**Exercise:** Read the records below and report each line in which "SheetError" occurs.

Saved entries

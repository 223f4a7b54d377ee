"""The tasks a worker process knows. Each opens the files it needs itself; only small things pass through the pipe."""

from pathlib import Path
from typing import Any

from curvebank import sheet
from curvebank.errors import SheetError

from . import prepared_cache, sources
from .page_store import PageKey


def _sheet(desk: str, bank: str, sha256: str) -> bytes:
    data = sources.sheet_bytes(Path(desk), Path(bank), sha256)
    if data is None:
        raise SheetError("Neither the desk nor the bank holds this sheet. Add its file again.", code="no-such-sheet")
    return data


def prepare(*, desk: str, bank: str, cache: str, page: tuple[Any, ...], progress: Any) -> None:
    """Prepare a page and keep it in the cache."""
    key = PageKey(*page)
    if prepared_cache.folder_of(Path(cache), key).is_dir():
        return
    progress(0.0, "Reading the sheet")
    loaded = sheet.load(_sheet(desk, bank, key.sha256), page=key.page, dpi=key.dpi, turn=key.turn)
    prepared = sheet.prepare(loaded, progress=lambda share, text="": progress(0.1 + 0.8 * share, text or "Levelling the ink"))
    progress(0.95, "Keeping the levelled sheet")
    prepared_cache.write(Path(cache), key, prepared)


TASKS = {"prepare": prepare}
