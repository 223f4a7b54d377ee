"""Prepared sheets on disk, memory-mapped: made once by a worker, then read by every preview in milliseconds."""

import shutil
import tempfile
from pathlib import Path
from typing import Any

import numpy as np

from .page_store import PageKey, publish

SMALL_BYTES = 65_536
"""Arrays below this are read, not mapped: a map costs a file handle."""


def folder_of(cache: Path, key: PageKey) -> Path:
    """Where a prepared page lives; the name changes with the algorithm."""
    from curvebank import sheet

    algorithm = "".join(c if c.isalnum() or c in "._-" else "-" for c in sheet.ALGORITHM)
    return cache / "prepared" / f"{key.name}-{algorithm}"


def read(cache: Path, key: PageKey) -> Any:
    """The prepared page, or None where it is not made yet."""
    from curvebank import sheet

    folder = folder_of(cache, key)
    if not folder.is_dir():
        return None
    try:
        arrays = {}
        for path in folder.glob("*.npy"):
            large = path.stat().st_size > SMALL_BYTES
            arrays[path.stem] = np.load(path, mmap_mode="r" if large else None, allow_pickle=False)
        return sheet.Prepared.from_arrays(arrays)
    except (KeyError, ValueError, IndexError, OSError, EOFError):  # damaged, or half tidied away: it is made again
        shutil.rmtree(folder, ignore_errors=True)
        return None


def write(cache: Path, key: PageKey, prepared: Any) -> None:
    """Keep a prepared page. It appears by one rename, so it is complete or absent."""
    folder = folder_of(cache, key)
    folder.parent.mkdir(parents=True, exist_ok=True)
    scratch = Path(tempfile.mkdtemp(prefix=".prepared-", dir=folder.parent))
    try:
        for name, array in prepared.arrays().items():
            np.save(scratch / f"{name}.npy", array, allow_pickle=False)
        publish(scratch, folder)
    finally:
        shutil.rmtree(scratch, ignore_errors=True)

**Answer box:**
from curvebank.errors import SheetError
        raise SheetError("Neither the desk nor the bank holds this sheet. Add its file again.", code="no-such-sheet")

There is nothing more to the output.